▸ Work to be completed:
If a line in the material below has the string "years", copy it out.

═════ Records for the exercise

@dataclass(frozen=True)
class Variable:
    name: str
    unit: str
    description: str = ""
    required: bool = False
    sign: str = "any"
    regions: str = "sum"
    parts: tuple[Part, ...] = ()
    harmonise: str | None = None  # method for this variable; None = the contract's default applies
    converge_year: int | None = None  # convergence year of the converging methods; None = the default


@dataclass(frozen=True)
class Region:
    name: str
    parts: tuple[str, ...] = ()
    description: str = ""


@dataclass(frozen=True)
class Tolerance:
    sum_relative: float = 0.01
    sum_absolute: float = 0.001
    base_year_relative: float = 0.10


@dataclass(frozen=True)
class Harmonise:
    """Base-year harmonisation defaults: the variables harmonised (name patterns), the method, the convergence year.

    A variable's own `harmonise` / `converge_year` in variables.toml override these; `harmonise = "none"` keeps
    a variable out even where a pattern matches it.
    """

    variables: tuple[str, ...] = ()
    method: str = "converging-ratio"
    converge_year: int = 2050


@dataclass(frozen=True)
class Allocation:
    """How the burden-sharing indicators allocate a market's cap (contract.toml `[allocation]`).

    Contraction and convergence moves each region's share linearly from its base-year share of emissions
    (grandfathering) to its share of population (equal per capita) between the base year and `convergence_year`.
    `region` is the market: its own emissions are the cap, its direct parts the traders.
    """

    convergence_year: int = 2050
    region: str = "World"


@dataclass(frozen=True)
class Reference:
    region: str
    variable: str
    unit: str
    year: int
    value: float


@dataclass(frozen=True)
class Bound:
    variable: str
    region: str | None
    year_from: int | None
    year_to: int | None
    low: float | None
    high: float | None


@dataclass(frozen=True)
class Budgets:
    """Remaining carbon budgets by warming level and likelihood, and the TCRE (contract.toml `[budgets]`).

    `remaining[i][j]` is the budget in Gt CO2 from 1 January of `from_year` for `levels[i]` (°C above
    1850-1900) at `likelihoods[j]` (%, the likelihood of limiting warming to that level). Published budgets
    already set aside the warming from non-CO2 emissions, so they are compared with CO2 only.
    """

    source: str
    region: str
    from_year: int
    likelihoods: tuple[float, ...]
    levels: tuple[float, ...]
    remaining: tuple[tuple[float, ...], ...]
    tcre: float  # °C per 1000 Gt CO2, central estimate
    tcre_likely: tuple[float, float]  # likely range (low, high)

    def budget(self, level: float, likelihood: float) -> float:
        """The remaining budget (Gt CO2) of one warming level at one likelihood; KeyError if not in the table."""
        if level not in self.levels or likelihood not in self.likelihoods:
            raise KeyError(f"no budget for {level:g} °C at {likelihood:g} %")
        return self.remaining[self.levels.index(level)][self.likelihoods.index(likelihood)]


@dataclass(frozen=True)
class Pairing:
    """How scenarios pair for delay comparisons (contract.toml `[pairs]`).

    Scenarios of one model whose attributes `match` are equal form a group; `order` (an attribute, compared as
    a number where it is one) orders the group, and every later scenario pairs with the earliest.
    """

    match: tuple[str, ...]
    order: str


@dataclass(frozen=True)
class Contract:
    name: str
    description: str
    sources: tuple[str, ...]
    first_year: int
    last_year: int
    base_year: int
    milestones: tuple[int, ...]
    required_regions: tuple[str, ...]
    variables: dict[str, Variable]
    regions: dict[str, Region]
    countries: bool
    tolerance: Tolerance
    gwp_set: str
    gwp: dict[str, float]
    discount_rate: float
    carbon_to_co2: bool
    nitrogen_to_n2o: bool
    deflators: tuple[tuple[str, str, float], ...]
    severity: dict[str, str]
    reference: tuple[Reference, ...]
    bounds: tuple[Bound, ...]
    harmonise: Harmonise = Harmonise()
    budgets: Budgets | None = None
    pairs: Pairing | None = None
    allocation: Allocation = Allocation()
    limits: Limits = field(default=Limits(), compare=False)
    # the [limits] keys the contract (or one it extends) sets: they enter the hash, the defaults do not
    limits_set: tuple[str, ...] = field(default=(), compare=False)
    # [costs] reference_required: every scenario that is nobody's reference must name one (rule missing-reference)
    reference_required: bool = False
    problems: tuple[str, ...] = field(default=(), compare=False)
    hash: str = ""
    units: Any = field(default=None, compare=False, repr=False)

    def to_dict(self) -> dict[str, Any]:
        """The resolved contract as plain data (the shape of `milepost contract show --format json`)."""
        return {
            "name": self.name,
            "hash": self.hash,
            "description": self.description,
            "sources": list(self.sources),
            "base_year": self.base_year,
            "milestones": list(self.milestones),
            "years": {"first": self.first_year, "last": self.last_year},
            "required_regions": list(self.required_regions),
            "variables": [
                {
                    "name": v.name,
                    "unit": v.unit,
                    "description": v.description,
                    "required": v.required,
                    "sign": v.sign,
                    "regions": v.regions,
                    "parts": [{"variable": p.variable, "factor": p.factor, "gwp": p.gwp} for p in v.parts],
                    "harmonise": v.harmonise,
                    "converge_year": v.converge_year,
                }
                for v in self.variables.values()
            ],
            "regions": [{"name": r.name, "parts": list(r.parts)} for r in self.regions.values()],
            "countries": self.countries,
            "tolerance": asdict(self.tolerance),
            "gwp": {"set": self.gwp_set, "values": self.gwp},
            "discount_rate": self.discount_rate,
            "units": {
                "carbon_to_co2": self.carbon_to_co2,
                "nitrogen_to_n2o": self.nitrogen_to_n2o,
                "deflators": [list(d) for d in self.deflators],
            },
            "severity": self.severity,
            "reference": [asdict(r) for r in self.reference],
            "bounds": [asdict(b) for b in self.bounds],
            "harmonise": {**asdict(self.harmonise), "variables": list(self.harmonise.variables)},
            "budgets": asdict(self.budgets) if self.budgets else None,
            "pairs": asdict(self.pairs) if self.pairs else None,
            "allocation": asdict(self.allocation),
            "limits": asdict(self.limits),
            # only when set, so the hash of every contract written before the setting existed stays the same
            **({"costs": {"reference_required": True}} if self.reference_required else {}),
        }

    def references_in_contract_units(self) -> tuple[Reference, ...]:
        """The reference values converted into their variable's contract unit (the unit the checked data and the
        database use), in file order. References of unknown variables or in units that do not convert are left out:
        `milepost contract lint` reports them."""
        from milepost.schema.units import UnitError, scale_factor

        out = []
        for r in self.reference:
            v = self.variables.get(r.variable)
            if v is None:
                continue
            try:
                factor = scale_factor(r.unit, v.unit)
                if factor is None:
                    factor = self.units.factor(r.unit, v.unit)
            except UnitError:
                continue
            out.append(Reference(r.region, r.variable, v.unit, r.year, r.value * factor))
        return tuple(out)

    def is_region(self, name: str) -> bool:
        """True if `name` is a region of the contract, a part of one (e.g. an ISO code in a country group), or,
        when countries are allowed, any ISO 3166-1 alpha-3 code."""
        return name in self.region_names() or (self.countries and name in iso3_codes())

    def region_names(self) -> frozenset[str]:
        """Every region the contract names: its regions and their parts."""
        return frozenset(self.regions) | {p for r in self.regions.values() for p in r.parts}

    def leaf_parts(self, region: str) -> tuple[str, ...]:
        """The direct parts of a region (its sum-of-regions addends)."""
        return self.regions[region].parts if region in self.regions else ()
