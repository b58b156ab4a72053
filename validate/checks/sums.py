"""Sums: a variable against the weighted sum of its parts, and a region against the sum of its parts.

A sum is checked only where every part is reported: a missing part is a coverage question, not a wrong sum.
The tolerance is |reported - expected| <= max(sum_relative * |expected|, sum_absolute), in the total's unit.
"""

from __future__ import annotations

from milepost.validate.checks.context import Context, fmt

_T = "t.path, t.sheet, t.line, t.model, t.scenario, t.region, t.variable, t.unit, t.year"


def _diff_pct(reported: str, expected: str) -> str:
    return (f"CASE WHEN {expected} = 0 THEN '' ELSE ' (' || printf('%+.2f', ({reported} - {expected}) "
            f"/ abs({expected}) * 100) || ' %)' END")


def check_sum_of_parts(ctx: Context) -> list[str]:
    """sum-of-parts: a total that differs from the weighted sum of its (complete) parts beyond the tolerance."""
    return [
        "WITH p AS (SELECT c.model, c.scenario, c.region, c.year, cp.total, sum(c.value * cp.factor) AS expected, "
        "count(*) AS n, string_agg(c.variable || ' = ' || " + fmt("c.value") + ", ', ' ORDER BY c.variable) AS detail "
        "FROM checked c JOIN c_parts cp ON c.variable = cp.part GROUP BY ALL) "
        f"SELECT 'sum-of-parts' AS rule, {_T}, {fmt('t.value')} AS value, {fmt('p.expected')} AS expected, "
        "t.variable || ' is ' || " + fmt("t.value") + " || ' but its parts sum to ' || " + fmt("p.expected")
        + " || " + _diff_pct("t.value", "p.expected") + " AS message, 'parts: ' || p.detail AS hint "
        "FROM p JOIN c_part_counts k ON p.total = k.total AND p.n = k.n "
        "JOIN checked t ON t.model = p.model AND t.scenario = p.scenario AND t.region = p.region "
        "AND t.year = p.year AND t.variable = p.total "
        f"WHERE abs(t.value - p.expected) > greatest({ctx.tol_rel} * abs(p.expected), {ctx.tol_abs})"
    ]


def check_sum_of_regions(ctx: Context) -> list[str]:
    """sum-of-regions: a region unequal to the sum of its parts, or regions of a net-zero variable not netting out."""
    grouped = (
        "SELECT c.model, c.scenario, rp.parent, c.variable, c.year, any_value(v.regions) AS rule_kind, "
        "sum(c.value) AS expected, sum(abs(c.value)) AS gross, count(*) AS n, min(c.path) AS path, "
        "min(c.line) AS line, string_agg(c.region || ' = ' || " + fmt("c.value") + ", ', ' ORDER BY c.region) "
        "AS detail FROM checked c JOIN c_region_parts rp ON c.region = rp.part "
        "JOIN c_variables v ON c.variable = v.variable WHERE v.regions IN ('sum', 'zero') GROUP BY ALL"
    )
    full = (f"WITH r AS ({grouped}), "
            "f AS (SELECT r.* FROM r JOIN c_region_counts k ON r.parent = k.parent AND r.n = k.n) ")
    return [
        full + f"SELECT 'sum-of-regions' AS rule, {_T}, {fmt('t.value')} AS value, {fmt('f.expected')} AS expected, "
        "t.region || ' ' || t.variable || ' is ' || " + fmt("t.value") + " || ' but its regions sum to ' || "
        + fmt("f.expected") + " || " + _diff_pct("t.value", "f.expected") + " AS message, "
        "'regions: ' || f.detail AS hint FROM f JOIN checked t ON t.model = f.model AND t.scenario = f.scenario "
        "AND t.region = f.parent AND t.variable = f.variable AND t.year = f.year "
        f"WHERE f.rule_kind = 'sum' AND abs(t.value - f.expected) > greatest({ctx.tol_rel} * abs(f.expected), "
        f"{ctx.tol_abs})",
        full + "SELECT 'sum-of-regions' AS rule, coalesce(t.path, f.path) AS path, t.sheet, "
        "coalesce(t.line, f.line) AS line, f.model, f.scenario, f.parent AS region, f.variable, "
        "v.unit, f.year, " + fmt("f.expected") + " AS value, '0' AS expected, "
        "'the regions of ' || f.parent || ' must net to zero for ' || f.variable || ', but sum to ' || "
        + fmt("f.expected") + " AS message, 'regions: ' || f.detail AS hint "
        "FROM f JOIN c_variables v ON f.variable = v.variable LEFT JOIN checked t ON t.model = f.model "
        "AND t.scenario = f.scenario AND t.region = f.parent AND t.variable = f.variable AND t.year = f.year "
        f"WHERE f.rule_kind = 'zero' AND abs(f.expected) > greatest({ctx.tol_rel} * f.gross, {ctx.tol_abs})",
    ]
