"""Coverage: required variables reported for every scenario at the base year and each milestone."""

from __future__ import annotations

from milepost.validate.checks.context import Context
from milepost.validate.sql import literal


def check_missing_required(ctx: Context) -> list[str]:
    """missing-required: no usable row for a required variable, scenario, required region and key year."""
    c = ctx.contract
    years = sorted({y for y in (c.base_year, *c.milestones) if c.first_year <= y <= c.last_year})
    regions = [r for r in c.required_regions if c.is_region(r)]
    if not years or not regions:
        return []
    year_list = ", ".join(str(y) for y in years)
    region_list = ", ".join(literal(r) for r in regions)
    return [
        "WITH s AS (SELECT model, scenario, min(src) AS src FROM combos WHERE trim(model) <> '' "  # noqa: S608 - names from the code; contract text via validate.sql
        "AND trim(scenario) <> '' GROUP BY ALL), "
        f"y AS (SELECT unnest([{year_list}]) AS year), g AS (SELECT unnest([{region_list}]) AS region), "
        "need AS (SELECT s.*, v.variable, v.unit, y.year, g.region FROM s CROSS JOIN "
        "(SELECT * FROM c_variables WHERE required) v CROSS JOIN y CROSS JOIN g), "
        "have AS (SELECT DISTINCT model, scenario, region, variable, year FROM checked "
        f"WHERE year IN ({year_list}) AND region IN ({region_list}) "
        "AND variable IN (SELECT variable FROM c_variables WHERE required)) "
        "SELECT 'missing-required' AS rule, i.path, n.model, n.scenario, n.region, n.variable, n.unit, n.year, "
        "'a value of ' || n.variable || ' in ' || n.unit AS expected, "
        "'required ' || n.variable || ' is missing for ' || n.model || ' / ' || n.scenario || ' in ' || n.region "
        "|| ' at ' || n.year AS message, "
        "'Add a row for ' || n.variable || ', ' || n.region || ', ' || n.year || ' (or fix the row that has "
        "another finding).' AS hint "
        "FROM need n JOIN c_inputs i ON i.src = n.src "
        "ANTI JOIN have h ON h.model = n.model AND h.scenario = n.scenario AND h.region = n.region "
        "AND h.variable = n.variable AND h.year = n.year"
    ]
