"""Scenarios: the scenarios table against the data (listed without rows, rows not listed), references that name
no scenario, that are missing where the contract requires them, or that go round in a circle; and a submission
without any data table.

The runner puts the scenarios tables given into the TEMP table `s_listed` (path, sheet, line, model, scenario,
reference) and, at ingest, the database's current scenarios into `s_known` (model, scenario, reference), so a
partial revision may name a reference stored before.
"""

from __future__ import annotations

from milepost.validate.checks.context import Context
from milepost.validate.reference_cycles import cyclic_scenarios

_WHERE = "l.path, l.sheet, l.line, l.model, l.scenario"
# the data scenarios of a model, for `expected` (the first few, sorted)
_DATA_SCENARIOS = (
    "(SELECT array_to_string(list_sort(list_distinct(list(c.scenario)))[1:6], ', ') FROM combos c "
    "WHERE c.model = l.model AND c.scenario IS NOT NULL)"
)


def _tables_given(ctx: Context) -> bool:
    return any(i.kind == "scenarios" for i in ctx.inputs)


def check_unknown_reference(ctx: Context) -> list[str]:
    """unknown-reference: a `reference` that names no scenario of the submission (nor, at ingest, a stored one)."""
    if not _tables_given(ctx):
        return []
    return [
        f"SELECT 'unknown-reference' AS rule, {_WHERE}, 'reference' AS column_name, l.reference AS value, "  # noqa: S608 - names from the code
        f"{_DATA_SCENARIOS} AS expected, "
        "'reference ' || l.reference || ' of ' || l.model || ' / ' || l.scenario || ' names no scenario of this "
        "submission: its losses and growth reductions stay empty until that scenario is ingested' AS message, "
        "'Check the name: it must be one of the model''s scenarios (the no-policy run it is measured against), "
        "in this submission or one ingested before.' AS hint "
        "FROM s_listed l WHERE l.reference IS NOT NULL AND l.reference <> l.scenario "
        "AND NOT EXISTS (SELECT 1 FROM combos c WHERE c.model = l.model AND c.scenario = l.reference) "
        "AND NOT EXISTS (SELECT 1 FROM s_known k WHERE k.model = l.model AND k.scenario = l.reference)"
    ]


def check_scenario_without_data(ctx: Context) -> list[str]:
    """scenario-without-data: a scenario the scenarios table lists that has no data row."""
    if not _tables_given(ctx) or not any(i.kind == "data" for i in ctx.inputs):
        return []  # without any data table, no-data-rows says so once
    return [
        f"SELECT 'scenario-without-data' AS rule, {_WHERE}, 'scenario' AS column_name, l.scenario AS value, "  # noqa: S608 - names from the code
        f"{_DATA_SCENARIOS} AS expected, "
        "'scenario ' || l.model || ' / ' || l.scenario || ' is listed in the scenarios table but has no data rows' "
        "AS message, 'Add its data, correct its name, or leave it out of the scenarios table.' AS hint "
        "FROM s_listed l WHERE NOT EXISTS (SELECT 1 FROM combos c WHERE c.model = l.model AND c.scenario = l.scenario) "
        # a scenario stored before (at ingest) has its data in the database
        "AND NOT EXISTS (SELECT 1 FROM s_known k WHERE k.model = l.model AND k.scenario = l.scenario)"
    ]


def check_scenario_not_listed(ctx: Context) -> list[str]:
    """scenario-not-listed: data for a scenario the scenarios table does not list (only where a table is given)."""
    if not _tables_given(ctx):
        return []
    unlisted = (
        "SELECT DISTINCT model, scenario FROM combos c WHERE trim(c.model) <> '' AND trim(c.scenario) <> '' "
        "AND NOT EXISTS (SELECT 1 FROM s_listed l WHERE l.model = c.model AND l.scenario = c.scenario)"
    )
    if not ctx.con.execute(f"SELECT count(*) FROM ({unlisted})").fetchall()[0][0]:  # noqa: S608 - names from the code
        return []
    listed = "(SELECT array_to_string(list_sort(list(scenario))[1:6], ', ') FROM s_listed)"
    return [
        "SELECT 'scenario-not-listed' AS rule, any_value(o.path) AS path, any_value(o.sheet) AS sheet, "  # noqa: S608 - names from the code
        "min(o.line) AS line, o.model, o.scenario, 'scenario' AS column_name, o.scenario AS value, "
        f"{listed} AS expected, "
        "'scenario ' || o.model || ' / ' || o.scenario || ' has data but is not listed in the scenarios table "
        "(first on this line)' AS message, "
        "'Add a row for it to the scenarios table (with its reference), or correct the scenario name.' AS hint "
        f"FROM obs o SEMI JOIN ({unlisted}) u ON u.model = o.model AND u.scenario = o.scenario "
        "GROUP BY o.src, o.model, o.scenario"
    ]


def check_missing_reference(ctx: Context) -> list[str]:
    """missing-reference: the contract requires a reference for cost indicators ([costs] reference_required), and a
    scenario that is no scenario's reference names none."""
    if not ctx.contract.reference_required:
        return []
    scenarios = (
        "SELECT l.path, l.sheet, l.line, l.model, l.scenario, l.reference FROM s_listed l UNION ALL "
        "SELECT any_value(o.path), any_value(o.sheet), min(o.line), o.model, o.scenario, NULL FROM obs o "
        "WHERE trim(o.model) <> '' AND trim(o.scenario) <> '' AND NOT EXISTS (SELECT 1 FROM s_listed l "
        "WHERE l.model = o.model AND l.scenario = o.scenario) GROUP BY o.src, o.model, o.scenario"
    )
    named = "SELECT model, reference FROM s_listed UNION ALL SELECT model, reference FROM s_known"
    return [
        f"SELECT 'missing-reference' AS rule, {_WHERE}, 'reference' AS column_name, "  # noqa: S608 - names from the code
        "'a reference scenario' AS expected, "
        "'scenario ' || l.model || ' / ' || l.scenario || ' names no reference scenario, which this contract "
        "requires for its cost indicators' AS message, "
        "'Give a scenarios table with a reference column naming the model''s no-policy scenario "
        "(the contract sets [costs] reference_required).' AS hint "
        f"FROM ({scenarios}) l WHERE l.reference IS NULL AND NOT EXISTS (SELECT 1 FROM ({named}) n "
        "WHERE n.model = l.model AND n.reference = l.scenario)"
    ]


def check_reference_cycle(ctx: Context) -> list[str]:
    """reference-cycle: a scenario that names itself as its reference, or whose references lead back to it."""
    if not _tables_given(ctx):
        return []
    # the listed references, and the stored ones of scenarios this submission does not list again
    links = (
        "SELECT model, scenario, reference FROM s_listed WHERE reference IS NOT NULL UNION ALL "
        "SELECT model, scenario, reference FROM s_known k WHERE reference IS NOT NULL AND NOT EXISTS "
        "(SELECT 1 FROM s_listed l WHERE l.model = k.model AND l.scenario = k.scenario)"
    )
    cyclic = cyclic_scenarios(links)
    return [
        f"SELECT 'reference-cycle' AS rule, {_WHERE}, 'reference' AS column_name, l.reference AS value, "  # noqa: S608 - names from the code
        "'another scenario (the no-policy run)' AS expected, "
        "CASE WHEN l.reference = l.scenario THEN 'scenario ' || l.model || ' / ' || l.scenario || ' names itself "
        "as its reference' ELSE 'the references of ' || l.model || ' / ' || l.scenario || ' lead back to it (' "
        "|| c.steps || ' steps, via ' || l.reference || ')' END || ': no cost indicator is computed for it' "
        "AS message, 'Name the no-policy scenario the policy scenario is measured against; a reference "
        "scenario itself names none.' AS hint "
        f"FROM s_listed l JOIN ({cyclic}) c ON c.model = l.model AND c.scenario = l.scenario"
    ]


def check_no_data(ctx: Context) -> list[str]:
    """no-data-rows: the submission holds no data table at all (only scenarios tables)."""
    if any(i.kind in ("data", "unreadable") for i in ctx.inputs):
        return []  # a data file without rows has its own findings (empty-table, missing-column, unreadable-file)
    return [
        "SELECT 'no-data-rows' AS rule, any_value(path) AS path, 'at least one data table' AS expected, "
        "'the submission holds no data rows, only scenarios tables (' || count(*) || ')' AS message, "
        "'Give the data table (model, scenario, region, variable, unit, year, value) with the scenarios table.' "
        "AS hint FROM c_inputs"
    ]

══════════

▸ Result of the exercise:
            "years": {"first": self.first_year, "last": self.last_year},
    years = sorted({y for y in (c.base_year, *c.milestones) if c.first_year <= y <= c.last_year})
    if not years or not regions:
    year_list = ", ".join(str(y) for y in years)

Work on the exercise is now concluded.